Where in the records does the word "withGroups" occur? Copy each line in which it does.

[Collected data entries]
============

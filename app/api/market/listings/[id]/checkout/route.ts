// POST: a signed-in buyer (or groomer) opens the payment provider's hosted checkout for a
// published listing; the price comes from the database. 403 own-listing, 409 already-owned.
// Body: `{ waiveCancellation?: boolean }`, the buyer's agreement kept with the checkout.
import { handler, jsonData, pathId, readBody } from '@/lib/http/server';
import { notFound } from '@/lib/market/errors';
import { startCheckout } from '@/lib/market/payments/checkout';
import type { CheckoutResponse } from '@/lib/market/types';
import { checkoutSchema } from '@/lib/market/validation';

export function POST(request: Request, { params }: { params: Promise<{ id: string }> }) {
  return handler(['buyer', 'groomer'], async (actor) => {
    const id = await pathId(params, 'id', notFound('listing'));
    const { waiveCancellation } = await readBody(request, checkoutSchema);
    const { url, sessionId } = await startCheckout(actor, id, { waiveCancellation });
    return jsonData<CheckoutResponse>({ url, sessionId });
  });
}
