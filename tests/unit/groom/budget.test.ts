// The groom's hard budget (lib/groom/README.md, "Budgets"): guides × points per guide, refused by
// the schema for a count and by the grower for a density; thumbnails grow a bounded sample.
import { describe, expect, it } from 'vitest';
import { GroomError, growGuides, MAX_GUIDE_POINTS, validateGroomSpec } from '@/lib/groom';
import { prepareGroomSurface } from '@/lib/groom/place/surface';
import { solveGroomField } from '@/lib/groom/place/request';
import { parseGroomSpec } from '@/lib/groom/spec/spec';
import { gridPlane } from '@/tests/fixtures/shapes';

const flat = { specVersion: 2, units: 'cm', upAxis: 'z', field: { referenceDirection: [1, 0, 0] } } as const;

describe('the guide-point budget', () => {
  it('takes exactly the budget and refuses one guide more, naming the field and what fits', () => {
    expect(validateGroomSpec({ ...flat, guides: { count: MAX_GUIDE_POINTS / 16, pointsPerGuide: 16 } }).problems).toBeUndefined();
    expect(validateGroomSpec({ ...flat, guides: { count: MAX_GUIDE_POINTS / 64, pointsPerGuide: 64 } }).problems).toBeUndefined();
    const { problems } = validateGroomSpec({ ...flat, guides: { count: MAX_GUIDE_POINTS / 16 + 1, pointsPerGuide: 16 } });
    expect(problems).toEqual([
      {
        path: 'guides.count',
        message:
          '250,001 guides × 16 points is 4,000,016 points; a groom may have at most 4,000,000 (at 16 points per guide, 250,000 guides). Lower the guide count or the points per guide.',
      },
    ]);
  });

  it('counts the default of 16 points per guide when the spec leaves it out', () => {
    expect(validateGroomSpec({ ...flat, guides: { count: 300_000 } }).problems?.[0].path).toBe('guides.count');
  });

  it('refuses a density that makes too many guides on this surface, before growing any', () => {
    // 20 × 20 cm = 400 cm²; 10,000 guides per cm² of 16 points is 64,000,000 points.
    const spec = parseGroomSpec({ ...flat, guides: { density: 10_000 } });
    const surface = prepareGroomSurface(gridPlane(4, 4, 20, 20));
    const solved = solveGroomField(spec, surface);
    let caught: unknown;
    try {
      growGuides(surface, solved, spec);
    } catch (error) {
      caught = error;
    }
    expect(caught).toBeInstanceOf(GroomError);
    expect((caught as GroomError).message).toBe(
      'guides.density: 10000 guides per cm² over 400 cm² makes 4,000,000 guides × 16 points is 64,000,000 points; a groom may have at most 4,000,000 (at 16 points per guide, 250,000 guides). Lower the guide count or the points per guide.',
    );
  });

  it('grows a bounded sample when asked (thumbnails), the full count otherwise', () => {
    const spec = parseGroomSpec({ ...flat, guides: { count: 400, pointsPerGuide: 4 } });
    const surface = prepareGroomSurface(gridPlane(4, 4, 20, 20));
    const solved = solveGroomField(spec, surface);
    expect(growGuides(surface, solved, spec).guides.count).toBe(400);
    expect(growGuides(surface, solved, spec, { sampleOf: 50 }).guides.count).toBe(50);
  });
});
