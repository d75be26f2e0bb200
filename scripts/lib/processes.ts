// Child processes and shutdown for the task scripts (demo, dev, test).
// Every child runs in its own process group, so that stopping it also stops whatever it
// spawned (next start's workers, Chromium under Playwright). Teardown steps run in the reverse
// order of registration, once, whether the task ends normally, fails or is interrupted.
import { spawn, type ChildProcess, type SpawnOptions } from 'node:child_process';

type Teardown = { label: string; run: () => Promise<void> | void };

const teardowns: Teardown[] = [];
const running = new Set<ChildProcess>();
let shuttingDown: Promise<void> | null = null;

export function log(message: string) {
  console.log(`[whorlwind] ${message}`);
}

export function onShutdown(label: string, run: Teardown['run']) {
  teardowns.push({ label, run });
}

export function isShuttingDown() {
  return shuttingDown !== null;
}

/** Runs the registered teardown steps (last registered first) exactly once. */
export function shutdown(): Promise<void> {
  shuttingDown ??= (async () => {
    for (const child of running) await stopProcessGroup(child);
    while (teardowns.length > 0) {
      const step = teardowns.pop()!;
      try {
        await step.run();
      } catch (error) {
        console.error(`[whorlwind] stopping ${step.label} failed:`, error);
      }
    }
  })();
  return shuttingDown;
}

/** Ctrl-C, SIGTERM and SIGHUP stop everything the task started, then end the process. */
export function stopEverythingOnSignals() {
  for (const signal of ['SIGINT', 'SIGTERM', 'SIGHUP'] as const) {
    process.on(signal, () => {
      if (shuttingDown) return;
      log(`${signal} received: stopping everything this run started…`);
      void shutdown().then(() => process.exit(signal === 'SIGINT' ? 130 : 143));
    });
  }
}

export class CommandFailed extends Error {}

type CommandOptions = {
  env?: NodeJS.ProcessEnv;
  cwd?: string;
  quiet?: boolean;
  /** Teardown steps run commands too; everything else must not start once shutdown began. */
  duringShutdown?: boolean;
};

function spawnTracked(command: string, args: string[], options: CommandOptions): ChildProcess {
  if (shuttingDown && !options.duringShutdown) throw new CommandFailed(`not starting ${command}: shutting down`);
  const spawnOptions: SpawnOptions = {
    cwd: options.cwd,
    env: options.env ?? process.env,
    stdio: options.quiet ? ['ignore', 'pipe', 'pipe'] : ['ignore', 'inherit', 'inherit'],
    detached: true,
  };
  const child = spawn(command, args, spawnOptions);
  running.add(child);
  child.on('exit', () => running.delete(child));
  return child;
}

/** Runs a command to its end; rejects with its output (when quiet) if it exits non-zero. */
export function runCommand(command: string, args: string[], options: CommandOptions = {}): Promise<string> {
  return new Promise((resolve, reject) => {
    let child: ChildProcess;
    try {
      child = spawnTracked(command, args, options);
    } catch (error) {
      reject(error);
      return;
    }
    let output = '';
    child.stdout?.on('data', (chunk) => (output += chunk));
    child.stderr?.on('data', (chunk) => (output += chunk));
    child.on('error', (error) => reject(new CommandFailed(`${command} could not start: ${error.message}`)));
    child.on('exit', (code, signal) => {
      if (code === 0) resolve(output);
      else {
        const how = signal ? `was stopped by ${signal}` : `exited with code ${code}`;
        reject(new CommandFailed(`${[command, ...args].join(' ')} ${how}${output ? `\n${output}` : ''}`));
      }
    });
  });
}

export type LongRunning = { child: ChildProcess; exited: Promise<number> };

/** Starts a server process that keeps running until shutdown. */
export function startProcess(command: string, args: string[], options: CommandOptions = {}): LongRunning {
  const child = spawnTracked(command, args, options);
  const exited = new Promise<number>((resolve) => child.on('exit', (code) => resolve(code ?? 1)));
  return { child, exited };
}

async function stopProcessGroup(child: ChildProcess) {
  if (child.exitCode !== null || child.signalCode !== null || child.pid === undefined) return;
  const exited = new Promise<void>((resolve) => child.once('exit', () => resolve()));
  const signalGroup = (signal: NodeJS.Signals) => {
    try {
      process.kill(-child.pid!, signal);
    } catch {
      // The group is already gone.
    }
  };
  signalGroup('SIGTERM');
  const stillRunning = await Promise.race([
    exited.then(() => false),
    new Promise<boolean>((resolve) => setTimeout(() => resolve(true), 10_000)),
  ]);
  if (stillRunning) {
    signalGroup('SIGKILL');
    await exited;
  }
}

/** Waits until an HTTP URL answers with a status below 500, or the process behind it exits. */
export async function waitForHttp(url: string, server: LongRunning, what: string) {
  let serverExited = false;
  void server.exited.then(() => (serverExited = true));
  for (;;) {
    if (serverExited) throw new CommandFailed(`${what} exited before it answered at ${url}`);
    if (shuttingDown) throw new CommandFailed(`stopped while waiting for ${what}`);
    try {
      const response = await fetch(url, { signal: AbortSignal.timeout(5_000) });
      if (response.status < 500) return;
    } catch {
      // Not listening yet.
    }
    await new Promise((resolve) => setTimeout(resolve, 300));
  }
}
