import fc from 'fast-check';
import { describe, expect, it } from 'vitest';
import { AsciiWriter } from '@/lib/groom/export/ascii';

describe('ASCII number writer', () => {
  it('writes numbers that read back within half a unit of the last decimal kept', () => {
    fc.assert(
      fc.property(fc.double({ min: -1e4, max: 1e4, noNaN: true }), fc.integer({ min: 0, max: 12 }), (x, decimals) => {
        const text = new AsciiWriter().precision(decimals).number(x).toString();
        expect(text).toMatch(/^-?\d+(\.\d*[1-9])?$/);
        expect(Math.abs(Number(text) - x)).toBeLessThanOrEqual(0.5 * 10 ** -decimals * (1 + 1e-9) + Math.abs(x) * 1e-15);
      }),
    );
  });

  it('keeps seven significant digits of the largest value and never writes -0', () => {
    const w = new AsciiWriter().precisionFor([123.456789, -2]);
    expect(w.number(123.456789).text(' ').number(-0.00000001).text(' ').number(-2).text(' ').whole(40).toString()).toBe('123.4568 0 -2 40');
  });
});
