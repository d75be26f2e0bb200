import { describe, expect, it } from 'vitest';
import { prepareHarmonic, type TriangleMesh } from '@/lib/field';
import { gridPlane, icosphere } from '@/tests/fixtures/shapes';
import { prepareGroomSurface } from '@/lib/groom/place/surface';
import { blendValues } from '@/lib/groom/place/pins';
import { geodesicDistances, vertexFaces } from '@/lib/groom/place/geodesic';

type Pins = { vertex: number; value: number }[];

function blend(mesh: TriangleMesh, pins: Pins): Float64Array {
  return blendValues(prepareGroomSurface(mesh), vertexFaces(mesh), pins);
}

/** The 10 × 10 grid with x sheared by `shear` · y: corners down to a few degrees, up to about 170°. */
function shearedGrid(shear: number): TriangleMesh {
  const mesh = gridPlane(10, 10);
  for (let v = 0; v < mesh.positions.length / 3; v++) mesh.positions[3 * v] += shear * mesh.positions[3 * v + 1];
  return mesh;
}

/** A strip of long, flat triangles: every other row of the grid shifted half a cell and squashed to 1/8 height. */
function obtuseStrip(): TriangleMesh {
  const mesh = gridPlane(12, 12, 1, 1 / 8);
  for (let j = 0; j <= 12; j++) if (j % 2 === 1) for (let i = 0; i <= 12; i++) mesh.positions[3 * (j * 13 + i)] += 0.5 / 12;
  return mesh;
}

function range(values: Float64Array): [number, number] {
  let lo = Infinity, hi = -Infinity;
  for (const x of values) { lo = Math.min(lo, x); hi = Math.max(hi, x); }
  return [lo, hi];
}

describe('pin blending', () => {
  // The maximum principle of Shepard's inverse-distance weighting (Shepard 1968): the value is a
  // convex combination of the pins' values, so it lies in their range on any triangles. The
  // harmonic blend it replaces obeys a discrete maximum principle only on meshes without obtuse
  // angles (the cotangent weights turn negative), which is why each case first shows it overshoot.
  const cases: [string, TriangleMesh, Pins][] = [
    ['a sheared grid', shearedGrid(2.5), [{ vertex: 11, value: 1 }, { vertex: 12, value: 2 }]],
    ['a strip of obtuse triangles', obtuseStrip(), [{ vertex: 13 * 5 + 3, value: 1 }, { vertex: 13 * 6 + 4, value: 2 }, { vertex: 13 * 9 + 9, value: 1.5 }]],
  ];
  for (const [name, mesh, pins] of cases) {
    it(`stays within the pins' range on ${name}`, () => {
      const [hlo, hhi] = range(prepareHarmonic(mesh).interpolate(pins));
      expect(hlo < 1 - 1e-3 || hhi > 2 + 1e-3).toBe(true);
      const values = blend(mesh, pins);
      const [lo, hi] = range(values);
      expect(lo).toBeGreaterThanOrEqual(1);
      expect(hi).toBeLessThanOrEqual(2);
      for (const pin of pins) expect(values[pin.vertex]).toBe(pin.value);
    });
  }

  it("keeps a pin's influence at a fixed distance when the mesh is refined (icosphere level 3 against 5)", () => {
    // Icosphere subdivision keeps every vertex of the coarser level, with the same number and
    // position, so each level-3 vertex is the same point of the sphere at level 5. Pin 2 at
    // vertex 0 and 1 at its antipode (vertex 3); the influence of the first pin is f − 1.
    const pins = [{ vertex: 0, value: 2 }, { vertex: 3, value: 1 }];
    const coarse = icosphere(3, 1), fine = icosphere(5, 1);
    const atCoarse = blend(coarse, pins), atFine = blend(fine, pins);
    const p = coarse.positions;
    let checked = 0;
    for (let v = 0; v < p.length / 3; v++) {
      // The great-circle distance from the first pin (unit sphere): the vertices from a tenth to
      // half of the way to the other pin.
      const distance = Math.acos(Math.min(1, p[3 * v] * p[0] + p[3 * v + 1] * p[1] + p[3 * v + 2] * p[2]));
      if (distance < 0.1 * Math.PI || distance > 0.5 * Math.PI) continue;
      expect(Math.abs(atCoarse[v] - 1 - (atFine[v] - 1)) / (atFine[v] - 1)).toBeLessThan(0.02);
      checked++;
    }
    expect(checked).toBeGreaterThan(200);
    // The harmonic blend of the same point pins flattens toward the mean as the mesh is refined:
    // a quarter of the way to the other pin the first pin's influence moves by more than 2 %.
    const near = Array.from({ length: p.length / 3 }, (_x, v) => v).find((v) => { const c = p[3 * v] * p[0] + p[3 * v + 1] * p[1] + p[3 * v + 2] * p[2]; return c > 0.85 && c < 0.95; })!;
    const harmonicCoarse = prepareHarmonic(coarse).interpolate(pins), harmonicFine = prepareHarmonic(fine).interpolate(pins);
    expect(Math.abs(harmonicCoarse[near] - harmonicFine[near]) / (harmonicFine[near] - 1)).toBeGreaterThan(0.02);
  });

  it('measures distances along the surface: the great circle on a sphere, straight lines on a plane', () => {
    // Worked example: on the unit sphere the geodesic distance is the angle between the points.
    const mesh = icosphere(5, 1);
    const d = geodesicDistances(mesh, vertexFaces(mesh), 0);
    const p = mesh.positions;
    for (let v = 1; v < p.length / 3; v += 37) {
      const exact = Math.acos(Math.max(-1, Math.min(1, p[3 * v] * p[0] + p[3 * v + 1] * p[1] + p[3 * v + 2] * p[2])));
      expect(Math.abs(d[v] - exact) / exact).toBeLessThan(0.01);
    }
    // On a flat grid of right triangles, from a corner: exact straight-line distances (Pythagoras),
    // where an edge path would be up to 8 % long.
    const grid = gridPlane(10, 10);
    const g = geodesicDistances(grid, vertexFaces(grid), 0);
    expect(g[5 * 11 + 10]).toBeCloseTo(Math.hypot(1, 0.5), 2);
  });
});
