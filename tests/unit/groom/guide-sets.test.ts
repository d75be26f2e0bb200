import { createHash } from 'node:crypto';
import { describe, expect, it } from 'vitest';
import { icosphere } from '@/tests/fixtures/shapes';
import { parseGroomSpec, parseGroomSpecJson, specToJson, type GroomSpecInput } from '@/lib/groom/spec/spec';
import { prepareGroomSurface } from '@/lib/groom/place/surface';
import { setRegionMask } from '@/lib/groom/place/set-region';
import { bindRoots } from '@/lib/groom/grow/binding';
import { groomOn, withGroups } from './support';

type Vec3 = [number, number, number];
const field = { singularities: [{ point: [0, 1, 0] as Vec3, index: 1, twist: 30 }, { point: [0, -1, 0] as Vec3, index: 1, twist: 150, handedness: 'clockwise' as const }] };
const block = { density: 60, length: 0.4, lift: 25, droop: 0.5, curl: { amplitude: 0.02, wavelength: 0.15 }, jitter: 0.5 };
const hashOf = (a: Float64Array) => createHash('sha256').update(Buffer.from(a.buffer, a.byteOffset, a.byteLength)).digest('hex');
// North and south halves of the unit icosphere as OBJ-style groups.
const mesh = withGroups(icosphere(3, 1), ['north', 'south'], (_x, y) => (y >= 0 ? 0 : 1));

const setsSpec = (north: Record<string, unknown>, south: Record<string, unknown>): GroomSpecInput => ({
  specVersion: 3,
  units: 'cm',
  field,
  guideSets: [
    { name: 'crown', region: { groups: ['north'] }, guides: { ...block, ...north } },
    { name: 'under coat', region: { groups: ['south'] }, guides: { ...block, ...south } },
  ],
});

describe('guide sets in the spec', () => {
  it('leaves a spec without sets as it was: no guideSets written, the same guides as before sets existed', () => {
    const plain = { specVersion: 2 as const, units: 'cm' as const, field, guides: block };
    const spec = parseGroomSpec(plain);
    expect('guideSets' in spec).toBe(false);
    expect(parseGroomSpecJson(specToJson(spec))).toEqual(spec);
    // The hash tests/unit/groom/tufts.test.ts holds for this groom, grown before version 3 (commit 3abd111).
    const { guides } = groomOn(icosphere(3, 1), plain);
    expect(guides.count).toBe(750);
    expect(hashOf(guides.points)).toBe('9e715d5ea9e3f3c097d7c1ed3399dc7690385c7b5262619c89ecc354a988f9dd');
    expect(guides.sets).toBeUndefined();
  });

  it('resolves every set and writes them back unchanged', () => {
    const spec = parseGroomSpec(setsSpec({ length: 0.6 }, { seed: 7 }));
    expect(spec.guideSets!.map((s) => s.name)).toEqual(['crown', 'under coat']);
    expect(spec.guideSets![0].guides.length).toBe(0.6);
    expect(spec.guideSets![1].guides.pointsPerGuide).toBe(16);
    expect(spec.guideSets![1].guides.tipWidth).toBeCloseTo(0.2 * spec.guideSets![1].guides.width, 15);
    expect(parseGroomSpecJson(specToJson(spec))).toEqual(spec);
  });

  it('names what is wrong with a set by its path', () => {
    const bad = (sets: unknown[], partings: unknown[] = []) => () => parseGroomSpec({ specVersion: 3, units: 'cm', field: { ...field, partings }, guideSets: sets });
    expect(bad([{ name: 'a' }, { name: 'a' }])).toThrow(/guideSets\[1\]\.name: "a" is already the name of guide set 0/);
    expect(bad([{ name: 'a', region: { partings: [0], from: { point: [0, 1, 0] } } }])).toThrow(/guideSets\[0\]\.region\.partings\[0\]: there is no parting 0/);
    expect(bad([{ name: 'a', region: { partings: [0] } }], [{ points: [[1, 0, 0], [0, 0, 1]] }])).toThrow(/needs both "partings".*and "from"/);
    expect(bad([{ name: 'a', region: { groups: ['x'], partings: [0], from: { vertex: 0 } } }], [{ vertices: [0, 1] }])).toThrow(/either "groups" or "partings"/);
    expect(bad([{ name: 'a' }, { name: 'b', guides: { pointsPerGuide: 8 } }])).toThrow(/guideSets\[1\]\.guides\.pointsPerGuide: every guide set must have the same points per guide \(16/);
    expect(bad([{ name: 'a', guides: { regions: ['north'] } }])).toThrow(/guideSets\[0\]\.guides\.regions: a guide set grows on its "region"/);
    expect(bad([{ name: '  ' }])).toThrow(/guideSets\[0\]\.name/);
    expect(bad([])).toThrow(/guideSets/);
  });
});

describe('growing guide sets', () => {
  const both = groomOn(mesh, setsSpec({}, { length: 0.8, seed: 5 }));

  it('grows one set on one region exactly as its settings grow there alone', () => {
    const alone = groomOn(mesh, { specVersion: 3, units: 'cm', field, guides: { ...block, regions: ['north'] } });
    const g = both.guides;
    const crown = g.sets![0];
    expect(crown).toMatchObject({ name: 'crown', first: 0, count: alone.guides.count, hairsPerGuide: 100 });
    const n = g.pointsPerGuide;
    expect(hashOf(g.points.slice(0, 3 * n * crown.count))).toBe(hashOf(alone.guides.points));
    expect(Array.from(g.guideId.slice(0, crown.count))).toEqual(Array.from(alone.guides.guideId));
  });

  it('says which set each guide is in, and grows each only on its own region', () => {
    const g = both.guides;
    const [crown, under] = g.sets!;
    expect(under.first).toBe(crown.count);
    expect(crown.count + under.count).toBe(g.count);
    for (let i = 0; i < g.count; i++) {
      const set = g.guideSet![i];
      expect(set).toBe(i < crown.count ? 0 : 1);
      expect(mesh.groups!.groupOfFace[g.rootFace[i]]).toBe(set);
    }
    // The joined binding is the binding of the joined roots (lib/groom/grow/binding.ts).
    const bound = bindRoots(mesh, g.rootFace, g.rootBarycentric);
    expect(Array.from(g.binding.polygon)).toEqual(Array.from(bound.polygon));
    expect(Array.from(g.binding.weights)).toEqual(Array.from(bound.weights));
    // Ids are each set's own: both runs count from 0.
    expect(g.guideId[0]).toBe(0);
    expect(g.guideId[under.first]).toBe(0);
  });

  it("keeps one set's guides and ids when another set changes", () => {
    const changed = groomOn(mesh, setsSpec({}, { length: 1.2, density: 90, seed: 9, tufts: { density: 5 } })).guides;
    const g = both.guides;
    const n = g.pointsPerGuide;
    const k = g.sets![0].count;
    expect(changed.sets![0].count).toBe(k);
    expect(hashOf(changed.points.slice(0, 3 * n * k))).toBe(hashOf(g.points.slice(0, 3 * n * k)));
    expect(Array.from(changed.rootFace.slice(0, k))).toEqual(Array.from(g.rootFace.slice(0, k)));
    // The other set did change: longer guides, more of them.
    expect(changed.sets![1].count).toBeGreaterThan(g.sets![1].count);
    expect(changed.length[k]).toBeGreaterThan(g.length[g.sets![1].first]);
  });

  it('keeps the whole groom inside the points budget, naming the set that takes it over', () => {
    const huge = { density: undefined, count: 200_000 };
    expect(() => parseGroomSpec(setsSpec(huge, huge))).toThrow(/guideSets\[1\]\.guides\.count: with this set the groom has 400,000 guides × 16 points is 6,400,000 points/);
  });
});

describe('the side of a parting', () => {
  // A closed parting round the equator (our own worked example: it cuts the sphere into two caps).
  const ring = Array.from({ length: 12 }, (_x, i): Vec3 => [Math.cos((i * Math.PI) / 6), 0, Math.sin((i * Math.PI) / 6)]);
  const specWith = (partings: unknown[], from: Record<string, unknown>) =>
    parseGroomSpec({ specVersion: 3, units: 'cm', field: { ...field, partings }, guideSets: [{ name: 'cap', region: { partings: [0], from } }] });
  const surface = prepareGroomSurface(mesh);

  it('is every face reachable without crossing the parting, and the two sides share no face', () => {
    const north = specWith([{ points: ring, closed: true }], { point: [0, 1, 0] });
    const south = specWith([{ points: ring, closed: true }], { point: [0, -1, 0] });
    const a = setRegionMask(surface, north, north.guideSets![0].region, 'guideSets[0].region');
    const b = setRegionMask(surface, south, south.guideSets![0].region, 'guideSets[0].region');
    const p = mesh.positions, tri = mesh.triangles;
    for (let f = 0; f < a.length; f++) {
      expect(a[f] + b[f]).toBe(1);
      const cy = (p[3 * tri[3 * f] + 1] + p[3 * tri[3 * f + 1] + 1] + p[3 * tri[3 * f + 2] + 1]) / 3;
      // The edge path of the parting keeps near the equator (within a couple of edges of level 3).
      if (cy > 0.25) expect(a[f]).toBe(1);
      if (cy < -0.25) expect(b[f]).toBe(1);
    }
    const sum = (m: Uint8Array) => m.reduce((s, x) => s + x, 0);
    expect(Math.abs(sum(a) - sum(b))).toBeLessThan(0.2 * a.length);
  });

  it('refuses a parting that does not cut the surface in two, in words', () => {
    const arc = specWith([{ points: ring.slice(0, 4) }], { point: [0, 1, 0] });
    expect(() => setRegionMask(surface, arc, arc.guideSets![0].region, 'guideSets[0].region')).toThrow(
      /guideSets\[0\]\.region: parting 0 does not cut the surface in two: every face of the piece guideSets\[0\]\.region\.from lies on is reachable from it without crossing it/,
    );
  });

  it('refuses a starting vertex that lies on the parting', () => {
    const onIt = specWith([{ points: ring, closed: true }], { point: [0, 1, 0] });
    const v = surface.nearestVertex().find(1, 0, 0).vertex;
    const region = { ...onIt.guideSets![0].region, from: { vertex: v } };
    expect(() => setRegionMask(surface, onIt, region, 'guideSets[0].region')).toThrow(/guideSets\[0\]\.region\.from: the vertex lies on the parting/);
  });

  it('grows a set on its side only', () => {
    const { guides } = groomOn(mesh, { specVersion: 3, units: 'cm', field: { ...field, partings: [{ points: ring, closed: true }] }, guideSets: [{ name: 'cap', region: { partings: [0], from: { point: [0, 1, 0] } }, guides: block }] });
    expect(guides.count).toBeGreaterThan(100);
    for (let i = 0; i < guides.count; i++) expect(guides.points[3 * guides.pointsPerGuide * i + 1]).toBeGreaterThan(-0.3);
  });
});

describe('guide sets carried onto another surface', () => {
  it('states each set’s lengths in the new units and carries its groups by the region map', async () => {
    const { transferSpec } = await import('@/lib/groom/transfer/transfer');
    const { identityOfMesh } = await import('@/lib/groom/transfer/identity');
    // The same sphere in millimetres, its groups named anew.
    const scaled = { ...mesh, positions: mesh.positions.map((x) => 10 * x), groups: { names: ['top', 'bottom'], groupOfFace: mesh.groups!.groupOfFace } };
    const spec = parseGroomSpec(setsSpec({ length: 0.6, waver: { amplitude: 0.05 } }, {}));
    const side = (m: typeof mesh, units?: 'mm') => ({ surface: prepareGroomSurface(m), identity: identityOfMesh(m), ...(units ? { units } : {}) });
    const { spec: carried, report } = transferSpec(spec, side(mesh), side(scaled, 'mm'), { regionMap: { north: 'top' } });
    const [crown, under] = carried.guideSets!;
    // 1 cm = 10 mm.
    expect(crown.guides.length).toBeCloseTo(6, 9);
    expect(crown.guides.waver!.amplitude).toBeCloseTo(0.5, 9);
    expect(crown.guides.width).toBeCloseTo(10 * spec.guideSets![0].guides.width, 9);
    expect(crown.region).toEqual({ groups: ['top'] });
    // "south" has no counterpart: left out, and said so.
    expect(under.region).toEqual({ groups: [] });
    expect(report.notCarried).toContainEqual({ path: 'guideSets[1].region.groups[0]', reason: 'the new surface has no group "south"' });
  });

  it('states the groom’s own block in the new units too: length, both widths, curl and the waver', async () => {
    const { transferSpec } = await import('@/lib/groom/transfer/transfer');
    const { identityOfMesh } = await import('@/lib/groom/transfer/identity');
    const scaled = { ...mesh, positions: mesh.positions.map((x) => 10 * x) };
    const spec = parseGroomSpec({ specVersion: 3, units: 'cm', field, guides: { count: 50, length: 0.6, width: 0.02, tipWidth: 0.005, curl: { amplitude: 0.1, wavelength: 0.4 }, waver: { amplitude: 0.05 } } });
    const side = (m: typeof mesh, units?: 'mm') => ({ surface: prepareGroomSurface(m), identity: identityOfMesh(m), ...(units ? { units } : {}) });
    const { guides } = transferSpec(spec, side(mesh), side(scaled, 'mm')).spec;
    // 1 cm = 10 mm.
    expect(guides.length).toBeCloseTo(6, 9);
    expect(guides.width).toBeCloseTo(0.2, 9);
    expect(guides.tipWidth).toBeCloseTo(0.05, 9);
    expect(guides.curl).toEqual({ amplitude: expect.closeTo(1, 9), wavelength: expect.closeTo(4, 9) });
    expect(guides.waver!.amplitude).toBeCloseTo(0.5, 9);
  });
});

============

◆ **ANSWER AREA**:
import { groomOn, withGroups } from './support';
const mesh = withGroups(icosphere(3, 1), ['north', 'south'], (_x, y) => (y >= 0 ? 0 : 1));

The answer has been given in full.